import type { MultiDirectedGraph } from 'graphology';

/** A neighbour of a table in the history graph, with the number of foreign keys between them. */
export interface Neighbour {
  table: string;
  foreignKeys: number;
}

export interface Degrees {
  /** Distinct other tables that reference this one. */
  inDegree: number;
  /** Distinct other tables this one references. */
  outDegree: number;
  /** Foreign keys of the table to itself (reported, not counted in the degrees). */
  selfReferences: number;
  /** Tables this one references, each with its number of (parallel) foreign keys. */
  references: Neighbour[];
  /** Tables that reference this one, each with its number of foreign keys. */
  referencedBy: Neighbour[];
}

/**
 * Degrees of a node of a multigraph, as design.md defines them: distinct other tables, over
 * every edge that ever existed; several foreign keys between one pair count once (their number
 * is kept); self-references are reported, not counted.
 */
export function degreesOf(graph: MultiDirectedGraph, node: string): Degrees {
  const references = graph
    .outNeighbors(node)
    .filter((n) => n !== node)
    .sort()
    .map((n) => ({ table: n, foreignKeys: graph.outEdges(node, n).length }));
  const referencedBy = graph
    .inNeighbors(node)
    .filter((n) => n !== node)
    .sort()
    .map((n) => ({ table: n, foreignKeys: graph.outEdges(n, node).length }));
  return {
    inDegree: referencedBy.length,
    outDegree: references.length,
    selfReferences: graph.hasEdge(node, node) ? graph.outEdges(node, node).length : 0,
    references,
    referencedBy,
  };
}
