import { MultiDirectedGraph } from 'graphology';
import type { Timeline } from '../input/timeline.js';
import { RangeBuilder, type VersionRange } from '../ranges.js';
import { EdgeCache, type GraphScope } from './edges.js';

export interface HistoryNodeAttributes {
  /** Physical name at the last version that had the table. */
  name: string;
  kind: 'table' | 'implicit-join';
  /** Versions in which the table existed. */
  versions: VersionRange[];
}

export interface HistoryEdgeAttributes {
  /** Referencing columns (physical names at the last version that had the foreign key). */
  columns: string[];
  referencedColumns: string[];
  /** Versions in which the foreign key existed with this target. */
  versions: VersionRange[];
  /** Enforcements it had (`database`, `orm`). */
  enforcement: Array<'database' | 'orm'>;
}

/** A foreign key to a table that never existed in any snapshot: reported, kept out of the degrees. */
export interface DanglingForeignKey {
  table: string;
  columns: string[];
  referencedTable: string;
  versions: VersionRange[];
}

export type HistoryGraph = MultiDirectedGraph<HistoryNodeAttributes, HistoryEdgeAttributes>;

/**
 * The history graph: every table that ever existed (and is in the measures) as a node, every
 * foreign key that ever existed as a directed edge from the referencing table to the referenced
 * one, keyed by its identity (table, ordered columns) and target; nodes and edges keep the
 * versions in which they existed. Parallel foreign keys are parallel edges and self-references
 * are loops here; the degrees merge the one and leave out the other.
 */
export function buildHistoryGraph(
  timeline: Timeline,
  nodes: ReadonlyMap<string, { name: string; kind: 'table' | 'implicit-join'; versions: VersionRange[] }>,
  scope: GraphScope,
): { graph: HistoryGraph; dangling: DanglingForeignKey[] } {
  const graph: HistoryGraph = new MultiDirectedGraph({ allowSelfLoops: true });
  for (const [id, n] of nodes) if (scope.included.has(id)) graph.addNode(id, { name: n.name, kind: n.kind, versions: n.versions });
  const cache = new EdgeCache(scope);
  const edges = new Map<string, { attrs: HistoryEdgeAttributes; range: RangeBuilder; source: string; target: string }>();
  const dangling = new Map<string, { d: DanglingForeignKey; range: RangeBuilder }>();
  /** The ranges of a table's edges, by table object (an unchanged table is the same object). */
  const rangesOf = new WeakMap<object, RangeBuilder[]>();
  const recordsOf = (t: Parameters<EdgeCache['of']>[0]): RangeBuilder[] => {
    let out = rangesOf.get(t);
    if (out) return out;
    out = [];
    const got = cache.of(t);
    for (const e of got.edges) {
      let rec = edges.get(e.key);
      if (!rec) {
        const range = new RangeBuilder();
        rec = { attrs: { columns: e.columns, referencedColumns: e.fk.referencedColumns, versions: range.ranges, enforcement: [] }, range, source: e.source, target: e.target };
        edges.set(e.key, rec);
      }
      rec.attrs.columns = e.columns;
      rec.attrs.referencedColumns = e.fk.referencedColumns;
      if (!rec.attrs.enforcement.includes(e.fk.enforcement)) rec.attrs.enforcement.push(e.fk.enforcement);
      out.push(rec.range);
    }
    for (const e of got.dangling) {
      let rec = dangling.get(e.key);
      if (!rec) {
        const range = new RangeBuilder();
        rec = { d: { table: e.source, columns: e.columns, referencedTable: e.target, versions: range.ranges }, range };
        dangling.set(e.key, rec);
      }
      rec.d.columns = e.columns;
      out.push(rec.range);
    }
    rangesOf.set(t, out);
    return out;
  };
  let active: RangeBuilder[] = [];
  let prevKey: string | null = null;
  for (const v of timeline.versions) {
    if (v.key !== prevKey) {
      prevKey = v.key;
      active = [];
      for (const t of v.tables) for (const r of recordsOf(t)) active.push(r);
    }
    for (const r of active) r.mark(v.index);
  }
  for (const key of [...edges.keys()].sort()) {
    const rec = edges.get(key)!;
    rec.attrs.enforcement.sort();
    graph.addEdgeWithKey(key, rec.source, rec.target, rec.attrs);
  }
  return { graph, dangling: [...dangling.keys()].sort().map((k) => dangling.get(k)!.d) };
}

===============

TASK STATEMENT
The data above should be duplicated exactly and completely.

YOUR SOLUTION
import type { MultiDirectedGraph } from 'graphology';

/** A neighbour of a table in the history graph, with the number of foreign keys between them. */
export interface Neighbour {
  table: string;
  foreignKeys: number;
}

export interface Degrees {
  /** Distinct other tables that reference this one. */
  inDegree: number;
  /** Distinct other tables this one references. */
  outDegree: number;
  /** Foreign keys of the table to itself (reported, not counted in the degrees). */
  selfReferences: number;
  /** Tables this one references, each with its number of (parallel) foreign keys. */
  references: Neighbour[];
  /** Tables that reference this one, each with its number of foreign keys. */
  referencedBy: Neighbour[];
}

/**
 * Degrees of a node of a multigraph, as design.md defines them: distinct other tables, over
 * every edge that ever existed; several foreign keys between one pair count once (their number
 * is kept); self-references are reported, not counted.
 */
export function degreesOf(graph: MultiDirectedGraph, node: string): Degrees {
  const references = graph
    .outNeighbors(node)
    .filter((n) => n !== node)
    .sort()
    .map((n) => ({ table: n, foreignKeys: graph.outEdges(node, n).length }));
  const referencedBy = graph
    .inNeighbors(node)
    .filter((n) => n !== node)
    .sort()
    .map((n) => ({ table: n, foreignKeys: graph.outEdges(n, node).length }));
  return {
    inDegree: referencedBy.length,
    outDegree: references.length,
    selfReferences: graph.hasEdge(node, node) ? graph.outEdges(node, node).length : 0,
    references,
    referencedBy,
  };
}
import { MultiDirectedGraph } from 'graphology';
import type { Timeline } from '../input/timeline.js';
import { RangeBuilder, type VersionRange } from '../ranges.js';
import { EdgeCache, type GraphScope } from './edges.js';

export interface HistoryNodeAttributes {
  /** Physical name at the last version that had the table. */
  name: string;
  kind: 'table' | 'implicit-join';
  /** Versions in which the table existed. */
  versions: VersionRange[];
}

export interface HistoryEdgeAttributes {
  /** Referencing columns (physical names at the last version that had the foreign key). */
  columns: string[];
  referencedColumns: string[];
  /** Versions in which the foreign key existed with this target. */
  versions: VersionRange[];
  /** Enforcements it had (`database`, `orm`). */
  enforcement: Array<'database' | 'orm'>;
}

/** A foreign key to a table that never existed in any snapshot: reported, kept out of the degrees. */
export interface DanglingForeignKey {
  table: string;
  columns: string[];
  referencedTable: string;
  versions: VersionRange[];
}

export type HistoryGraph = MultiDirectedGraph<HistoryNodeAttributes, HistoryEdgeAttributes>;

/**
 * The history graph: every table that ever existed (and is in the measures) as a node, every
 * foreign key that ever existed as a directed edge from the referencing table to the referenced
 * one, keyed by its identity (table, ordered columns) and target; nodes and edges keep the
 * versions in which they existed. Parallel foreign keys are parallel edges and self-references
 * are loops here; the degrees merge the one and leave out the other.
 */
export function buildHistoryGraph(
  timeline: Timeline,
  nodes: ReadonlyMap<string, { name: string; kind: 'table' | 'implicit-join'; versions: VersionRange[] }>,
  scope: GraphScope,
): { graph: HistoryGraph; dangling: DanglingForeignKey[] } {
  const graph: HistoryGraph = new MultiDirectedGraph({ allowSelfLoops: true });
  for (const [id, n] of nodes) if (scope.included.has(id)) graph.addNode(id, { name: n.name, kind: n.kind, versions: n.versions });
  const cache = new EdgeCache(scope);
  const edges = new Map<string, { attrs: HistoryEdgeAttributes; range: RangeBuilder; source: string; target: string }>();
  const dangling = new Map<string, { d: DanglingForeignKey; range: RangeBuilder }>();
  /** The ranges of a table's edges, by table object (an unchanged table is the same object). */
  const rangesOf = new WeakMap<object, RangeBuilder[]>();
  const recordsOf = (t: Parameters<EdgeCache['of']>[0]): RangeBuilder[] => {
    let out = rangesOf.get(t);
    if (out) return out;
    out = [];
    const got = cache.of(t);
    for (const e of got.edges) {
      let rec = edges.get(e.key);
      if (!rec) {
        const range = new RangeBuilder();
        rec = { attrs: { columns: e.columns, referencedColumns: e.fk.referencedColumns, versions: range.ranges, enforcement: [] }, range, source: e.source, target: e.target };
        edges.set(e.key, rec);
      }
      rec.attrs.columns = e.columns;
      rec.attrs.referencedColumns = e.fk.referencedColumns;
      if (!rec.attrs.enforcement.includes(e.fk.enforcement)) rec.attrs.enforcement.push(e.fk.enforcement);
      out.push(rec.range);
    }
    for (const e of got.dangling) {
      let rec = dangling.get(e.key);
      if (!rec) {
        const range = new RangeBuilder();
        rec = { d: { table: e.source, columns: e.columns, referencedTable: e.target, versions: range.ranges }, range };
        dangling.set(e.key, rec);
      }
      rec.d.columns = e.columns;
      out.push(rec.range);
    }
    rangesOf.set(t, out);
    return out;
  };
  let active: RangeBuilder[] = [];
  let prevKey: string | null = null;
  for (const v of timeline.versions) {
    if (v.key !== prevKey) {
      prevKey = v.key;
      active = [];
      for (const t of v.tables) for (const r of recordsOf(t)) active.push(r);
    }
    for (const r of active) r.mark(v.index);
  }
  for (const key of [...edges.keys()].sort()) {
    const rec = edges.get(key)!;
    rec.attrs.enforcement.sort();
    graph.addEdgeWithKey(key, rec.source, rec.target, rec.attrs);
  }
  return { graph, dangling: [...dangling.keys()].sort().map((k) => dangling.get(k)!.d) };
}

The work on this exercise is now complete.